SNP prioritization of multiple outcomes

RS47 · May 10, 2019, 6:18pm

I have ~1600 single nucleotide polymorphisms (snp) that I have correlated with 8 clinical inflammatory bowel disease outcomes that are surrogates for worse disease (not independent) from ~800 patients. I would like to now prioritize the snps. I have prioritized the snps based upon the sum of ranks of all 8 outcomes (lowest sum, highest priority) based upon each p-value for each outcome for each snp, however I was wondering if there was a better statistical test that would generate a combined p-value and/or was more rigorous? Of note, the outcomes are of similar importance without a clear primary outcome. Thank you.

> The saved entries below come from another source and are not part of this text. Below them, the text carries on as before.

import { and, asc, eq } from "drizzle-orm";
import { clients, invoiceLines, invoices, laboratories } from "#app/db/schema/index.ts";
import { AppError } from "#app/domain/app-error.ts";
import { formatAmount, formatMoney } from "#app/domain/money/format-money.ts";
import type { AppContext } from "#app/features/app-context.ts";

/** What the holder of a pay link sees of one invoice: no other, and nothing of the goods. */
export async function getPayPage(app: AppContext, { payToken }: { payToken: string }) {
  const rows = await app.db
    .select({
      number: invoices.number,
      state: invoices.state,
      currency: invoices.currency,
      netMinor: invoices.netMinor,
      taxMinor: invoices.taxMinor,
      totalMinor: invoices.totalMinor,
      issuedOn: invoices.issuedOn,
      paidAt: invoices.paidAt,
      clientName: clients.name,
      laboratoryName: laboratories.name,
      laboratoryAddress: laboratories.addressLines,
      taxLabel: laboratories.taxLabel,
      timeZone: laboratories.timeZone,
      label: invoiceLines.label,
      quantity: invoiceLines.quantity,
      lineNetMinor: invoiceLines.netMinor,
    })
    .from(invoices)
    .innerJoin(clients, and(eq(clients.laboratoryId, invoices.laboratoryId), eq(clients.id, invoices.clientId)))
    .innerJoin(laboratories, eq(laboratories.id, invoices.laboratoryId))
    .innerJoin(invoiceLines, and(eq(invoiceLines.laboratoryId, invoices.laboratoryId), eq(invoiceLines.invoiceId, invoices.id)))
    .where(eq(invoices.payToken, payToken))
    .orderBy(asc(invoiceLines.position));
  const [first] = rows;
  if (!first) throw new AppError("not_found", "This payment link is not valid. Ask the laboratory for a new one.");
  const { currency } = first;
  return {
    number: first.number,
    state: first.state,
    issuedOn: first.issuedOn,
    paidAt: first.paidAt,
    timeZone: first.timeZone,
    clientName: first.clientName,
    laboratoryName: first.laboratoryName,
    laboratoryAddress: first.laboratoryAddress,
    taxLabel: first.taxLabel,
    net: formatAmount({ amountMinor: first.netMinor, currency }),
    tax: formatAmount({ amountMinor: first.taxMinor, currency }),
    total: formatMoney({ amountMinor: first.totalMinor, currency }),
    lines: rows.map((row) => ({ label: row.label, quantity: row.quantity, net: formatAmount({ amountMinor: row.lineNetMinor, currency }) })),
  };
}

f2harrell · May 10, 2019, 9:12pm

Here’s one approach. For each SNP compute the logistic model likelihood ratio \chi^2 statistic predicting the SNP from all 8 outcomes (i.e., reversing roles of outcomes in input). Rank the 1600 SNPs by this \chi^2. Repeat the entire process 200 times taking samples with replacement from the original data to compute bootstrap nonparametric confidence intervals for each SNP rank, similar to what is done in Section 20.2.3 of BBR.

This approach allows every SNP to have different outcome weights. If you want to enforce a commonality of outcome patterns across SNPs, you might replace the \chi^2 with the Wilcoxon statistic or c-index computed from relating the mean rank across outcomes with the SNP categories.